------ DATA ------
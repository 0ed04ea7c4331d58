// The alert rules: what each fact from the analysis or lphid's health means
// for each configured rule.
//
// Each judge_* turns one fact into one Observation per rule (bad, good,
// inside the hysteresis band, or nothing to judge), with the value, the
// message and the context an alert would carry, and hands them to `evaluate`
// in a fixed order. The rules decide nothing about the alerts' lifecycle:
// raising, updating and clearing are the engine's (alert_engine.hpp). A rule
// that is disabled is still judged; the engine skips it.
//
// Thread safety: judge_fit, judge_sweep and judge_verdict hold no state and
// may be called from any thread. A HealthRules is used by one thread at a
// time (the engine calls it under its lock).
#pragma once

#include <cstdint>
#include <functional>
#include <map>
#include <optional>
#include <string>
#include <string_view>

#include <nlohmann/json.hpp>

#include "daemon/alerts/alert_config.hpp"
#include "daemon/alerts/alert_engine.hpp"
#include "daemon/alerts/severity.hpp"

namespace lphi::alerts {

enum class Judgement {
  bad,   // the condition holds: raise, or update the live alert
  good,  // clearly fine: counts toward clear_after
  band,  // inside the limit but not by the hysteresis margin: the good run restarts
  none,  // nothing to judge (e.g. no L_phi from a failed fit)
};

struct Observation {
  Judgement judgement = Judgement::none;
  std::optional<double> value;
  std::string message;  // for bad
  nlohmann::json context = nlohmann::json::object();
};

// A rule's configured settings that the lifecycle needs.
struct RuleSettings {
  bool enabled;
  Severity severity;
  std::int64_t clear_after;
};

// Receives one observation: the rule's name, the subject (sample or source,
// "" for lphid itself), the rule's settings, the observation, its time
// (event time from the analysis, wall time from the health timer), and
// whether it is a health observation (judged once a second, so a re-trigger
// is stored at most every minute).
using ObservationSink = std::function<void(std::string_view rule, const std::string& subject,
                                           const RuleSettings& settings, Observation observation,
                                           double t, bool health)>;

// JSON for an optional value: null when absent or not finite.
nlohmann::json optional_json(const std::optional<double>& v);

// fit-failed, fit-chi2, field-offset (only when the fit has a B_phi and a
// field offset), lphi-range.
void judge_fit(const AlertConfig& config, const FitFact& fact, const ObservationSink& evaluate);
// temperature-unstable, lockin-overload, quadrature, excitation-heating.
void judge_sweep(const AlertConfig& config, const SweepFact& fact, const ObservationSink& evaluate);
// verdict-saturating, verdict-saturated, electrons-not-cooling.
void judge_verdict(const AlertConfig& config, const VerdictFact& fact, const ObservationSink& evaluate);

// source-silent, gap (per source), disk-space, writer-lag. Remembers, per
// source, when it was first seen and its gap count, so that only new gaps
// raise and a gap alert clears after gap.quiet_s without one.
class HealthRules {
 public:
  // Whether the gap alert of a source is live (not cleared).
  using GapLive = std::function<bool(const std::string& source)>;

  void judge(const AlertConfig& config, const HealthFact& fact, const GapLive& gap_live,
             const ObservationSink& evaluate);

 private:
  struct SourceTrack {
    double first_seen = 0.0;
    std::uint64_t gaps = 0;
    std::optional<double> last_new_gap;
  };
  std::map<std::string, SourceTrack> sources_;
};

}  // namespace lphi::alerts
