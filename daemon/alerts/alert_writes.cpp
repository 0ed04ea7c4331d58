#include "daemon/alerts/alert_writes.hpp"

#include <algorithm>
#include <chrono>
#include <condition_variable>
#include <utility>

#include <spdlog/spdlog.h>

#include "daemon/store/writer.hpp"

namespace lphi::alerts {

// What the store writer's completions share with the AlertWrites. Held by
// shared_ptr so that a completion arriving after it is gone is safe.
struct AlertWrites::Tracker {
  std::mutex mutex;
  std::condition_variable settled;
  std::size_t in_flight = 0;  // submitted, completion not yet run
  std::uint64_t store_errors = 0;
  // Cleared alerts whose clear is not durable yet: `alerts --all` shows them
  // as they are, not as the database still has them.
  std::map<std::int64_t, Alert> clearing;
};

AlertWrites::AlertWrites(store::StoreWriter& writer, std::size_t max_kept)
    : writer_(writer), max_kept_(max_kept), tracker_(std::make_shared<Tracker>()) {}

AlertWrites::~AlertWrites() {
  std::lock_guard lock(mutex_);
  flush_locked();
  if (kept_.empty()) return;
  spdlog::error("alerts: {} change(s) not stored: the store writer took no more writes", kept_.size());
  for (AlertWrite& w : kept_) {
    if (w.done) w.done(Status::unavailable("lphid is stopping; the change is not stored"));
  }
  kept_.clear();
}

bool AlertWrites::try_submit(AlertWrite& w) {
  store::WriteJob job;
  job.task = w.task;
  job.on_durable = [shared = tracker_, id = w.alert_id, what = w.what, done = w.done,
                    clears = w.cleared.has_value()](const store::WriteResult& r) {
    {
      std::lock_guard lock(shared->mutex);
      if (!r.status) ++shared->store_errors;
      if (clears) shared->clearing.erase(id);
    }
    if (!r.status) spdlog::error("alert {}: cannot store the change ({}): {}", id, what, r.status.message());
    if (done) done(r.status);
    std::lock_guard lock(shared->mutex);
    --shared->in_flight;
    shared->settled.notify_all();
  };
  {
    std::lock_guard lock(tracker_->mutex);
    ++tracker_->in_flight;
  }
  if (writer_.try_submit(job)) return true;
  std::lock_guard lock(tracker_->mutex);
  --tracker_->in_flight;
  return false;
}

void AlertWrites::flush_locked() {
  while (!kept_.empty() && try_submit(kept_.front())) kept_.pop_front();
}

void AlertWrites::flush() {
  std::lock_guard lock(mutex_);
  flush_locked();
}

void AlertWrites::submit(AlertWrite w) {
  std::lock_guard lock(mutex_);
  if (w.cleared) {
    std::lock_guard tracked(tracker_->mutex);
    tracker_->clearing[w.alert_id] = *w.cleared;
  }
  flush_locked();
  if (kept_.empty() && try_submit(w)) return;
  auto not_stored = [&](std::string_view why) {
    if (w.cleared) {
      std::lock_guard tracked(tracker_->mutex);
      tracker_->clearing.erase(w.alert_id);
    }
    if (w.done) w.done(Status::unavailable(std::string(why)));
  };
  if (writer_.failed()) {
    // Not a full queue but a writer that takes nothing more: keeping the
    // change would only delay the same answer.
    ++failed_writer_errors_;
    spdlog::error("alert {}: the change ({}) is not stored: the store writer has failed", w.alert_id, w.what);
    not_stored("the store writer has failed; the change is not stored");
    return;
  }
  if (kept_.size() >= max_kept_) {
    ++dropped_;
    const double now =
        std::chrono::duration<double>(std::chrono::system_clock::now().time_since_epoch()).count();
    if (now - last_drop_log_ >= 10.0) {
      last_drop_log_ = now;
      spdlog::error("alert {}: the change ({}) is not stored: the store writer took no write for a "
                    "while and {} are waiting ({} dropped so far)",
                    w.alert_id, w.what, kept_.size(), dropped_);
    }
    not_stored("the store writer has no room; the change is not stored");
    return;
  }
  if (deferred_++ % 1000 == 0) {
    spdlog::warn("alerts: the store writer's queue is full; {} change(s) kept to be stored later",
                 kept_.size() + 1);
  }
  kept_.push_back(std::move(w));
}

bool AlertWrites::writer_failed() const { return writer_.failed(); }

std::map<std::int64_t, Alert> AlertWrites::clearing() const {
  std::lock_guard lock(tracker_->mutex);
  return tracker_->clearing;
}

AlertWrites::Counters AlertWrites::counters() const {
  Counters out;
  {
    std::lock_guard lock(mutex_);
    out.errors = failed_writer_errors_;
    out.deferred = deferred_;
    out.dropped = dropped_;
    out.kept = kept_.size();
  }
  std::lock_guard lock(tracker_->mutex);
  out.errors += tracker_->store_errors;
  return out;
}

bool AlertWrites::wait_stored(double timeout_s) {
  const auto deadline =
      std::chrono::steady_clock::now() +
      std::chrono::duration_cast<std::chrono::steady_clock::duration>(std::chrono::duration<double>(timeout_s));
  while (true) {
    bool kept = false;
    {
      std::lock_guard lock(mutex_);
      flush_locked();
      kept = !kept_.empty();
    }
    std::unique_lock lock(tracker_->mutex);
    // Kept writes are retried every 10 ms; submitted ones are waited for.
    const auto until = std::min(deadline, std::chrono::steady_clock::now() + std::chrono::milliseconds(10));
    if (tracker_->settled.wait_until(lock, until, [&] { return !kept && tracker_->in_flight == 0; })) {
      return true;
    }
    if (std::chrono::steady_clock::now() >= deadline) return false;
  }
}

}  // namespace lphi::alerts
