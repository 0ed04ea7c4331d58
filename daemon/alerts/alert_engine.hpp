// AlertEngine: lphid's alert rules, their lifecycle and their sinks.
//
// The live analysis and lphid's health timer hand the engine facts (below);
// the engine evaluates every configured rule on them, keeps one alert per
// (rule, subject) through its lifecycle
//     raised -> (acknowledged) -> cleared
// with hysteresis so that a flapping value does not raise it again and
// again, stores every change (time, value, context), and sends each change
// to the sinks: the log, the event socket (ZeroMQ PUB, topic "alert") and
// an optional command hook.
//
// Times. Facts from the analysis carry event time (the readings' own t), so
// that replaying the same readings gives the same alerts; facts from the
// health timer carry wall time. Both are seconds since the Unix epoch.
//
// One writer of the database: the engine's in-memory state is the truth for
// its decisions. Every change it stores (alerts and alert_events rows, the
// progress toward a clear, acknowledgements) is submitted to the store
// writer as a task and never waited for, so a fact from the ingest thread's
// health tick never blocks on the database. When the writer's queue refuses
// a task, the engine keeps it, in order, in a bounded list (pending_max) and
// submits it again on its next call (at least once a second, from the health
// tick). At the bound the newest change is dropped, counted (store_dropped)
// and logged: its alert_events row is lost, but the alert's row catches up
// with its next stored change, which writes the whole row. A writer that
// has failed (store/writer.hpp) takes nothing more: a change is then not
// kept but counted as a store error, and an acknowledgement is refused.
// (That queue is AlertWrites, alert_writes.hpp; the rules' judgements of
// each fact are in alert_rules.hpp.)
//
// Thread safety: every public member may be called from any thread.
#pragma once

#include <cstdint>
#include <functional>
#include <memory>
#include <optional>
#include <string>
#include <vector>

#include <nlohmann/json.hpp>

#include "daemon/alerts/alert_config.hpp"
#include "daemon/alerts/severity.hpp"
#include "schema/status.hpp"

namespace lphi::store {
class StoreWriter;
}  // namespace lphi::store

namespace lphi::alerts {

// --- facts -----------------------------------------------------------------

// One sweep fit, after it is stored.
// sweep_id is the sweeps row's id (stored in the context); sweep_index is
// the sweep's index as `lphi sweeps` lists it (from 0), which the messages name.
struct FitFact {
  std::string sample;
  std::int64_t sweep_id = 0;
  std::int64_t sweep_index = 0;
  double t = 0.0;               // event time: end of the sweep
  bool ok = false;              // false: the fit failed (error below)
  std::string error;
  bool converged = false;
  double chi2_red = 0.0;
  double lphi_m = 0.0, lphi_err_m = 0.0;
  double temperature_k = 0.0;
  std::vector<std::string> flags;
  // The field axis (analysis/sweep_analysis.hpp), when the sweep could be
  // centred: the offset applied, the lag field from the sweep and its
  // partner of the other direction, and B_phi of the fit.
  std::optional<double> field_offset_t, lag_field_t, b_phi_t;
  std::string advice;  // one line with a number, or empty
};

// One completed sweep (before or without a fit).
struct SweepFact {
  std::string sample;
  std::int64_t sweep_id = 0;
  std::int64_t sweep_index = 0;
  double t = 0.0;                      // event time: end of the sweep
  bool temperature_unstable = false;
  double temperature_k = 0.0, temperature_spread_k = 0.0;
  std::size_t n_points = 0;
  std::size_t n_overload = 0;          // points the lock-in flagged
  double max_quadrature_ratio = 0.0;   // max |Y/X| over the sweep
  double excitation_ratio = 0.0;       // e V / k_B T at the sweep's temperature
};

// The sample's verdict after an update.
struct VerdictFact {
  std::string sample;
  double t = 0.0;                       // event time of the update
  std::string state;                    // dephasing::state_name
  std::optional<bool> electrons_cooling;
  std::optional<std::string> likely_cause;
  std::optional<double> t_sat_k, lphi_sat_m;
  std::int64_t cooldown = 1;            // whose sweeps it judged (sample_pipeline.hpp)
  std::int64_t sweep_index = 0;         // the sweep whose fit triggered it
};

// lphid's health, once per tick of its timer (wall time).
struct SourceHealth {
  std::string name;
  std::optional<double> last_arrival_unix;  // wall time a reading last arrived
  std::uint64_t gaps = 0;                   // gaps recorded so far
};
struct HealthFact {
  double now_unix = 0.0;
  std::vector<SourceHealth> sources;
  std::optional<double> disk_free_bytes;    // on the data directory's file system
  double writer_lag_s = 0.0;
};

// --- alerts ----------------------------------------------------------------

// Severity and State: daemon/alerts/severity.hpp.

struct Alert {
  std::int64_t id = 0;
  std::string rule;      // e.g. "lphi-range", "fit-failed", "source-silent"
  std::string subject;   // sample or source name ("" for the daemon itself)
  Severity severity = Severity::warning;
  State state = State::raised;
  double raised_at = 0.0;
  std::optional<double> acked_at, cleared_at;
  std::optional<double> value;   // the value that raised it (or the last one)
  std::string message;           // one line for people
  nlohmann::json context;        // the facts behind it
  std::int64_t count = 1;        // observations that triggered it while live
};

// The alert as the control replies and the event socket show it:
// {"id","rule","severity","state","raised_at","acked_at","cleared_at",
//  "message","subject","value","context","count"} (absent times are null).
nlohmann::json alert_json(const Alert& alert);

class EventPublisher;
class HookRunner;

// The engine. create() opens a read-only connection to the database (the
// store writer has applied the migrations) and loads the alerts not yet
// cleared, so a restart keeps their state and continues their ids; its
// writes go through `writer`, which must outlive the engine.
//
// Every rule keeps, per subject, a count of consecutive good observations;
// a live alert is cleared when that count reaches the rule's clear_after.
// A live alert that is triggered again stays the same alert: its value,
// context and count are updated and the change is stored as "updated".
//
// A change reaches the log (info, warn or error by severity), the event
// socket (topic "alert") and the hook. The hook runs on its own thread
// behind a bounded queue: the engine never waits for it.
//
// A database error is logged and counted; the engine keeps its state in
// memory and goes on.
class AlertEngine {
 public:
  // Store writes kept while the writer's queue has no room (see above).
  static constexpr std::size_t pending_max = 4096;

  struct Counters {
    std::uint64_t changes = 0;         // raised + updated + acknowledged + cleared
    std::uint64_t store_errors = 0;    // writes the database refused
    std::uint64_t store_deferred = 0;  // writes the writer's queue refused at first (kept, retried)
    std::uint64_t store_dropped = 0;   // writes dropped at pending_max
    std::size_t store_pending = 0;     // writes kept now
    std::uint64_t hook_runs = 0;       // the hook was started
    std::uint64_t hook_failures = 0;   // could not start, or exited non-zero / by a signal
    std::uint64_t hook_timeouts = 0;   // killed after hook_timeout_s
    std::uint64_t hook_rate_limited = 0;  // dropped: more than hook_max_per_minute
    std::uint64_t hook_queue_full = 0;    // dropped: hook_queue changes already waiting
    std::string hook_failed;              // non-empty: the hook's thread failed (hook_runner.hpp)
  };

  static Status create(const AlertConfig& config, store::StoreWriter& writer,
                       const std::string& database_path, EventPublisher* events,
                       std::unique_ptr<AlertEngine>& out);

  AlertEngine(const AlertEngine&) = delete;
  AlertEngine& operator=(const AlertEngine&) = delete;
  // Stops the hook thread (a running hook is killed). Changes still kept for
  // the writer are submitted once more; what it cannot take is logged as not
  // stored (and an acknowledgement waiting for it is answered "unavailable").
  ~AlertEngine();

  // From the analysis (event time).
  void on_sweep(const SweepFact& fact);
  void on_fit(const FitFact& fact);
  void on_verdict(const VerdictFact& fact);
  // From lphid's health timer (wall time).
  void on_health(const HealthFact& fact);

  // {"type":"alerts","all":bool?,"sample":NAME?} and {"type":"ack","id":N};
  // anything else, or a bad key, gets protocol::error_message. `reply` is
  // called once: at once, except for an acknowledgement that changes the
  // alert, whose reply comes from the store writer's thread once it is
  // durable. Never blocks (the ingest thread's control socket calls it).
  void handle_request(const nlohmann::json& request, std::function<void(nlohmann::json)> reply);
  // The same, waiting for the reply: for tests and tools, never for the
  // ingest thread.
  nlohmann::json handle_request(const nlohmann::json& request);

  // Newest first. Without `all`, only alerts not cleared; `subject` filters.
  std::vector<Alert> list(bool all, std::optional<std::string> subject = std::nullopt);

  // Acknowledges a live alert at wall time now_unix. Decided at once from the
  // engine's state: Status::not_found (no alert has that id) or
  // Status::conflict (it is already cleared) go to `done` at once, as does
  // success for an alert already acknowledged; otherwise `done` runs on the
  // store writer's thread when the acknowledgement is durable (or with the
  // writer's error). Never blocks.
  void acknowledge(std::int64_t id, double now_unix, std::function<void(const Status&)> done);
  // The same, waiting for `done`: for tests and tools.
  Status acknowledge(std::int64_t id, double now_unix);

  Counters counters() const;

  // Waits until the hook queue is empty and no hook runs, or timeout_s
  // passed; true when idle. For an orderly stop and for tests.
  bool wait_hook_idle(double timeout_s);
  // Waits until every change submitted so far is durable (or refused by the
  // database), retrying kept ones, or timeout_s passed; true when settled.
  // For tests and tools: the engine itself never waits for the writer.
  bool wait_stored(double timeout_s);

 private:
  struct Impl;
  nlohmann::json answer_or_ack(const nlohmann::json& request, std::optional<std::int64_t>& ack);
  explicit AlertEngine(std::unique_ptr<Impl> impl);
  std::unique_ptr<Impl> impl_;
};

}  // namespace lphi::alerts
------
**EXERCISE BRIEF**
Look back at the entries above and repeat, unchanged, every line from the line holding "std::int64_t clear_after;" through the line holding "nlohmann::json optional_json(const std::optional<double>&".

**WRITTEN RESPONSE**
  std::int64_t clear_after;
};

// Receives one observation: the rule's name, the subject (sample or source,
// "" for lphid itself), the rule's settings, the observation, its time
// (event time from the analysis, wall time from the health timer), and
// whether it is a health observation (judged once a second, so a re-trigger
// is stored at most every minute).
using ObservationSink = std::function<void(std::string_view rule, const std::string& subject,
                                           const RuleSettings& settings, Observation observation,
                                           double t, bool health)>;

// JSON for an optional value: null when absent or not finite.
nlohmann::json optional_json(const std::optional<double>& v);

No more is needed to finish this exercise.